Lint Gate (runs first, blocks all other jobs)
All four checks must pass before any builds start:
- Formatting — ./mfc.sh format (auto-handled by pre-commit hook)
- Spelling — ./mfc.sh spelling
- Toolchain lint — ./mfc.sh lint (Python code quality)
- Source lint — checks for:
- Raw !$acc or !$omp directives (must use Fypp GPU macros)
- Double-precision intrinsics (dsqrt, dexp, dble, etc.)
Build and Test Matrix
After the lint gate passes:
- Platforms: Ubuntu and macOS
- Compilers: GNU (both), Intel OneAPI (Ubuntu only)
- Modes: debug + release, MPI + no-MPI, double + single precision
- HPC runners: Phoenix (NVIDIA/nvfortran), Frontier (AMD/Cray ftn) — both OpenACC and OpenMP backends
- Retries: Tests retry up to 3 times before failing
- Cleanliness check: Compiler warnings are tracked — your PR cannot increase the warning count
Common CI Failures
| Failure | Fix |
| Formatting check | Pre-commit hook handles this; if you bypassed it, run ./mfc.sh format |
| Raw pragma detected | Replace !$acc/!$omp with Fypp GPU macros (see GPU Parallelization) |
| Double-precision intrinsic | Use generic intrinsic with wp kind (e.g., sqrt not dsqrt) |
| Golden file mismatch | If intentional: ./mfc.sh test --generate --only <UUID> |
| Warnings increased | Fix the new compiler warnings before merging |
See Troubleshooting Guide for detailed debugging workflows.
Documentation
- Add or update Doxygen docstrings in source files for new public routines
- Update markdown docs under docs/ if user-facing behavior changes
- Provide a minimal example case in examples/ for new features when practical
Submitting a Pull Request
- PRs come from your fork. Do not create branches on MFlowCode/MFC directly. Push to your fork and open a PR from there against MFlowCode/MFC:master.
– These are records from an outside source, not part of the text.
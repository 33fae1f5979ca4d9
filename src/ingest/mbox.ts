/**
 * Mailbox files (`.mbox`, RFC 4155 "The application/mbox Media Type") split
 * into their messages, each then read by the e-mail reader.
 *
 * RFC 4155 §2: a mailbox is a series of messages, each starting with a
 * "From_" line (`From ` followed by the envelope sender and a timestamp)
 * and ending with an empty line. Lines inside a message that would look like
 * a From_ line are written with a `>` in front (`>From `); the "mboxrd"
 * variant also quotes lines already starting with `>From ` by adding one more
 * `>` (`>>From `). Both are undone here by removing one `>` from every line
 * of the form `>…>From ` (common practice for reading either variant; an
 * "mboxo" line that truly began with `>From ` loses its `>`, which the
 * format cannot tell apart).
 *
 * A line starting with `From ` opens a new message when it is the first
 * line, or follows an empty line, or has the full From_ shape (`From
 * <sender> <asctime date>`), so mailboxes written without the empty line are
 * split too. LF and CRLF line endings are both read; bytes are kept as they
 * are (each message declares its own character sets).
 *
 * @module
 */

/** The shape of a complete From_ line: `From sender Www Mmm dd hh:mm[:ss] [zone] yyyy` (RFC 4155 §2, asctime date). */
const FROM_LINE = /^From \S+ +(?:Mon|Tue|Wed|Thu|Fri|Sat|Sun) (?:Jan|Feb|Mar|Apr|May|Jun|Jul|Aug|Sep|Oct|Nov|Dec) +\d{1,2} \d{1,2}:\d{2}(?::\d{2})?(?: [A-Za-z+\-0-9]+)? \d{4}\s*$/;

/** One message of a mailbox. */
export interface MboxMessage {
  /** 1-based position in the mailbox. */
  readonly index: number;
  /** The line (1-based) of its From_ line. */
  readonly line: number;
  /** The message as bytes: From_ line removed, `>From ` lines unquoted, the separating empty line dropped. */
  readonly bytes: Buffer;
}

/** True when the bytes (after blank lines) start with a complete From_ line (`From sender asctime-date`). */
export function looksLikeMbox(b: Uint8Array): boolean {
  const head = Buffer.from(b.buffer, b.byteOffset, Math.min(b.byteLength, 1024)).toString('latin1').replace(/^(?:\r?\n)+/, '');
  const nl = head.indexOf('\n');
  return nl !== -1 && FROM_LINE.test(head.slice(0, nl).replace(/\r$/, ''));
}

/**
 * Splits a mailbox into its messages (see the module's description).
 * Returns `null` when it does not start (after blank lines) with a From_ line.
 */
export function splitMbox(buf: Buffer): MboxMessage[] | null {
  const text = buf.toString('latin1');
  const lines = text.split('\n');
  if (lines.length > 0 && lines[lines.length - 1] === '') lines.pop();
  let i = 0;
  while (i < lines.length && (lines[i] === '' || lines[i] === '\r')) i++;
  if (i >= lines.length || !(lines[i] as string).startsWith('From ')) return null;
  const out: MboxMessage[] = [];
  let body: string[] = [];
  let startLine = i + 1;
  const finish = (): void => {
    // The empty line that ends a message (RFC 4155 §2) is not part of it.
    if (body.length > 0 && (body[body.length - 1] === '' || body[body.length - 1] === '\r')) body.pop();
    out.push({ index: out.length + 1, line: startLine, bytes: Buffer.from(body.join('\n') + (body.length > 0 ? '\n' : ''), 'latin1') });
  };
  for (i = i + 1; i < lines.length; i++) {
    const l = lines[i] as string;
    if (l.startsWith('From ')) {
      const prev = lines[i - 1] as string;
      const bare = l.endsWith('\r') ? l.slice(0, -1) : l;
      if (prev === '' || prev === '\r' || FROM_LINE.test(bare)) {
        finish();
        body = [];
        startLine = i + 1;
        continue;
      }
    }
    body.push(/^>+From /.test(l) ? l.slice(1) : l);
  }
  finish();
  return out;
}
- One PR = one logical change. Split large changes into focused PRs.
- Fill out the PR template. Remove checklist items that don't apply.
- Link issues with Fixes #<id> or Part of #<id>.
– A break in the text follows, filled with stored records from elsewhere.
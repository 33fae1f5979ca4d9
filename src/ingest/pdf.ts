/**
 * PDF text with pdf.js (`pdfjs-dist`, legacy build for Node): the text
 * layer of every page, lines as pdf.js ends them, pages joined by line
 * breaks; the title from the document information `Title` (else the XMP
 * `dc:title`), else the first heading-like line of page 1.
 *
 * pdf.js runs in this thread (its "fake worker"), with `eval` off, no font
 * loading and messages silenced (verbosity 0); what it prints while loading
 * is dropped, never written to stdout. Character maps for
 * non-embedded CJK fonts are read from the package's `cmaps/` folder.
 *
 * @module
 */
import { createRequire } from 'node:module';
import path from 'node:path';
import { createInflate } from 'node:zlib';
import { InputSkip } from './decode.js';
import { oneLine } from './io-errors.js';
import { capTitle, firstLine } from './text.js';

/** The PDF signature, which must appear in the first {@link PDF_HEADER_WINDOW} bytes. */
export const PDF_SIGNATURE = '%PDF-';

/** How far into a file the PDF signature is looked for (readers accept leading junk; common practice). */
export const PDF_HEADER_WINDOW = 1024;

/** A line of page 1 is heading-like when its font is at least this many times the page's median line height. */
export const HEADING_RATIO = 1.15;

/**
 * Most bytes the Flate-compressed streams of a PDF (images aside) may
 * unpack to, in all; the same bound as a Word file's `word/document.xml`
 * (`DOCX_XML_MAX`). Checked before pdf.js reads the file, so a stream that
 * inflates to gigabytes is refused without holding it in memory.
 */
export const PDF_INFLATED_MAX = 512 * 1024 * 1024;

/** Most characters of text read from one PDF; past it the file is skipped (its text would be cut to `maxBytes` anyway). */
export const PDF_TEXT_MAX = 256 * 1024 * 1024;

/** Bytes `data` inflates to, counting chunk by chunk and stopping past `budget` (then returns `budget + 1`); damaged data counts what came out. */
function inflatedBytes(data: Buffer, budget: number): Promise<number> {
  return new Promise((resolve) => {
    const z = createInflate({ chunkSize: 1 << 16 });
    let n = 0;
    let done = false;
    const finish = (v: number): void => {
      if (done) return;
      done = true;
      z.destroy();
      resolve(v);
    };
    z.on('data', (c: Buffer) => {
      n += c.length;
      if (n > budget) finish(budget + 1);
    });
    z.on('end', () => finish(n));
    z.on('error', () => finish(n));
    z.end(data);
  });
}

/**
 * True when the Flate-compressed streams of `bytes` (those whose dictionary
 * does not say `/Image`) unpack to more than `limit` bytes in all. Streams
 * are found as `stream` … `endstream`, their dictionary in the 4 KiB before.
 */
async function pdfInflatesPast(bytes: Uint8Array, limit: number): Promise<boolean> {
  const buf = Buffer.from(bytes.buffer, bytes.byteOffset, bytes.byteLength);
  let total = 0;
  let at = 0;
  for (;;) {
    const s = buf.indexOf('stream', at, 'latin1');
    if (s === -1) return false;
    at = s + 6;
    if (s >= 3 && buf.toString('latin1', s - 3, s) === 'end') continue;
    let start = s + 6;
    if (buf[start] === 0x0d) start++;
    if (buf[start] === 0x0a) start++;
    if (start === s + 6) continue; // `stream` must end its line
    let end = buf.indexOf('endstream', start, 'latin1');
    if (end === -1) end = buf.length;
    const before = buf.toString('latin1', Math.max(0, s - 4096), s);
    const dict = before.slice(Math.max(0, before.lastIndexOf(' obj') + 1));
    at = end;
    if (!/\/(FlateDecode|Fl)\b/.test(dict) || /\/Image\b/.test(dict)) continue;
    total += await inflatedBytes(buf.subarray(start, end), limit - total);
    if (total > limit) return true;
  }
}

/** True when `b` has `%PDF-` in its first {@link PDF_HEADER_WINDOW} bytes. */
export function looksLikePdf(b: Uint8Array): boolean {
  return Buffer.from(b.buffer, b.byteOffset, Math.min(b.byteLength, PDF_HEADER_WINDOW)).includes(PDF_SIGNATURE, 0, 'latin1');
}

/** What a PDF gave. */
export interface PdfText {
  readonly text: string;
  readonly title: string;
  /** Pages in the document. */
  readonly pages: number;
  /** Pages whose text could not be read, with the first reason (the others are still read). */
  readonly failedPages: number;
  readonly firstFailure: string;
}

interface TextItemLike {
  readonly str: string;
  readonly hasEOL: boolean;
  readonly height: number;
  readonly transform: readonly number[];
}

type PdfjsModule = typeof import('pdfjs-dist/legacy/build/pdf.mjs');
let pdfjsModule: Promise<PdfjsModule> | null = null;

/**
 * pdf.js, loaded once. What it writes with `console.log` while its module
 * loads — in Node, without the optional `@napi-rs/canvas` package, "Warning:
 * Cannot load …" and "Warning: Cannot polyfill `DOMMatrix` …" (rendering only;
 * text extraction does not need them) — comes before any `verbosity` option
 * can apply; stdout carries data only (`--json` must parse), so it is dropped.
 */
function loadPdfjs(): Promise<PdfjsModule> {
  pdfjsModule ??= (async () => {
    const log = console.log;
    console.log = (): void => {};
    try {
      // Later messages are off: every document is opened with `verbosity: 0`, which pdf.js also makes its global level.
      return await import('pdfjs-dist/legacy/build/pdf.mjs');
    } finally {
      console.log = log;
    }
  })();
  return pdfjsModule;
}

let assetRoot: string | null | undefined;

/** The installed pdfjs-dist folder (for `cmaps/` and `standard_fonts/`), or `null`. */
function pdfjsFolder(): string | null {
  if (assetRoot === undefined) {
    try {
      assetRoot = path.dirname(createRequire(import.meta.url).resolve('pdfjs-dist/package.json'));
    } catch {
      assetRoot = null;
    }
  }
  return assetRoot;
}

/** Titles that are no title: empty, placeholders, or a file name. */
function usableTitle(raw: unknown): string {
  if (typeof raw !== 'string') return '';
  const t = capTitle(raw.replace(/\0/g, ''));
  if (t === '' || /^(untitled|title|document|unknown|none)$/i.test(t)) return '';
  if (/\.(docx?|pdf|tex|dvi|ps|rtf|odt|indd|pptx?|xlsx?|txt|html?)$/i.test(t)) return '';
  return t;
}

interface Line {
  readonly text: string;
  readonly height: number;
}

/** Text items to lines: pieces joined, a line ended where pdf.js marks an end of line; white space collapsed. */
export function itemsToLines(items: readonly unknown[]): Line[] {
  const lines: Line[] = [];
  let cur = '';
  let height = 0;
  const flush = (): void => {
    const text = cur.replace(/[\s\u00a0]+/g, ' ').trim();
    if (text !== '') lines.push({ text, height });
    cur = '';
    height = 0;
  };
  for (const raw of items) {
    const it = raw as Partial<TextItemLike>;
    if (typeof it.str !== 'string') continue; // marked-content markers
    cur += it.str;
    if (it.str.trim() !== '') {
      const h = Math.abs(Number(it.transform?.[3] ?? 0)) || Number(it.height ?? 0) || 0;
      if (h > height) height = h;
    }
    if (it.hasEOL) flush();
  }
  flush();
  return lines;
}

/**
 * The first heading-like line of a page: among its first 20 lines, the
 * first with the largest font when that font is at least
 * {@link HEADING_RATIO} times the median line height, joined with up to two
 * following lines of the same size; else the first line.
 */
export function headingOf(lines: readonly Line[]): string {
  if (lines.length === 0) return '';
  const heights = lines.map((l) => l.height).sort((a, b) => a - b);
  const median = heights[(heights.length - 1) >> 1] as number; // the lower median: headings are the few tall lines
  const head = lines.slice(0, 20);
  let best = -1;
  for (let i = 0; i < head.length; i++) if (best === -1 || (head[i] as Line).height > (head[best] as Line).height + 1e-6) best = i;
  const top = head[best] as Line;
  if (median > 0 && top.height >= HEADING_RATIO * median) {
    const parts = [top.text];
    for (let j = best + 1; j < Math.min(head.length, best + 3); j++) {
      const l = head[j] as Line;
      if (Math.abs(l.height - top.height) > 0.01 * top.height) break;
      parts.push(l.text);
    }
    return capTitle(parts.join(' '));
  }
  return capTitle((lines[0] as Line).text);
}

/** Joins a word broken by a hyphen at a line end when both sides are lower-case letters (`exam-\nple` → `example`). */
export function joinHyphenated(text: string): string {
  return text.replace(/(\p{Ll})-\n(\p{Ll})/gu, '$1$2');
}

/**
 * Reads a PDF's text. Never throws anything but {@link InputSkip}, whose
 * reasons are `encrypted PDF (password needed)`, `broken PDF: …` (pdf.js's
 * message), `no text: …` (no pages, or no text layer: a scan without OCR),
 * `PDF too large: …` (compressed streams unpacking past `limits.inflatedMax`,
 * default {@link PDF_INFLATED_MAX}, checked before pdf.js reads anything; or
 * text past `limits.textMax`, default {@link PDF_TEXT_MAX}).
 */
export async function readPdf(bytes: Uint8Array, limits: { readonly inflatedMax?: number; readonly textMax?: number } = {}): Promise<PdfText> {
  const inflatedMax = limits.inflatedMax ?? PDF_INFLATED_MAX;
  const textMax = limits.textMax ?? PDF_TEXT_MAX;
  if (await pdfInflatesPast(bytes, inflatedMax)) {
    throw new InputSkip(`PDF too large: its compressed streams unpack to more than ${inflatedMax} bytes (limit ${inflatedMax})`);
  }
  const pdfjs = await loadPdfjs();
  const folder = pdfjsFolder();
  const params: Record<string, unknown> = {
    data: new Uint8Array(bytes), // a copy: pdf.js may take the buffer over
    verbosity: 0,
    isEvalSupported: false,
    disableFontFace: true,
    useSystemFonts: false,
    disableAutoFetch: true,
    disableStream: true,
    stopAtErrors: false,
  };
  if (folder !== null) {
    params['cMapUrl'] = path.join(folder, 'cmaps') + path.sep;
    params['cMapPacked'] = true;
    params['standardFontDataUrl'] = path.join(folder, 'standard_fonts') + path.sep;
  }
  const task = pdfjs.getDocument(params as Parameters<PdfjsModule['getDocument']>[0]);
  let doc: Awaited<typeof task.promise>;
  try {
    doc = await task.promise;
  } catch (err) {
    await task.destroy().catch(() => undefined);
    const name = (err as { name?: unknown } | null)?.name;
    if (name === 'PasswordException') throw new InputSkip('encrypted PDF (password needed)');
    throw new InputSkip(`broken PDF: ${oneLine(err)}`);
  }
  try {
    const pages = doc.numPages;
    if (pages === 0) throw new InputSkip('no text: the PDF has no pages');
    const pageTexts: string[] = [];
    let firstLines: Line[] = [];
    let failed = 0;
    let firstFailure = '';
    let chars = 0;
    for (let n = 1; n <= pages; n++) {
      try {
        const page = await doc.getPage(n);
        const content = await page.getTextContent();
        const lines = itemsToLines(content.items);
        if (n === 1) firstLines = lines;
        if (lines.length > 0) {
          const t = lines.map((l) => l.text).join('\n');
          pageTexts.push(t);
          chars += t.length;
        }
        page.cleanup();
        if (chars > textMax) throw new InputSkip(`PDF too large: its text passes ${textMax} characters by page ${n} (limit ${textMax})`);
      } catch (err) {
        if (err instanceof InputSkip) throw err;
        failed++;
        if (firstFailure === '') firstFailure = `page ${n}: ${oneLine(err)}`;
      }
    }
    if (failed === pages) throw new InputSkip(`broken PDF: no page could be read (${firstFailure})`);
    const text = joinHyphenated(pageTexts.join('\n')).trim();
    if (text === '') throw new InputSkip('no text: the PDF has no text layer (scanned pages need OCR first)');
    let title = '';
    try {
      const meta = await doc.getMetadata();
      title = usableTitle((meta.info as Record<string, unknown> | null)?.['Title']);
      if (title === '' && meta.metadata) title = usableTitle(meta.metadata.get('dc:title'));
    } catch {
      title = '';
    }
    if (title === '') title = firstLines.length > 0 ? headingOf(firstLines) : firstLine(text);
    return { text, title, pages, failedPages: failed, firstFailure };
  } catch (err) {
    if (err instanceof InputSkip) throw err;
    throw new InputSkip(`broken PDF: ${oneLine(err)}`);
  } finally {
    await doc.destroy().catch(() => undefined);
  }
}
- Ensure CI passes before requesting review. Run ./mfc.sh test locally first. Formatting and linting are handled automatically by the pre-commit hook.
- Describe your testing: what you ran, which compilers/platforms you used.
If your change touches GPU code (src/simulation/), see the GPU checklist in the PR template.
Code Review and Merge
- Respond to reviewer comments promptly
- Push focused updates; each push re-runs CI, so batch your fixes
- A maintainer will merge your PR once all reviews are approved and CI is green
If your PR is large or architectural, consider opening an issue first to discuss the approach.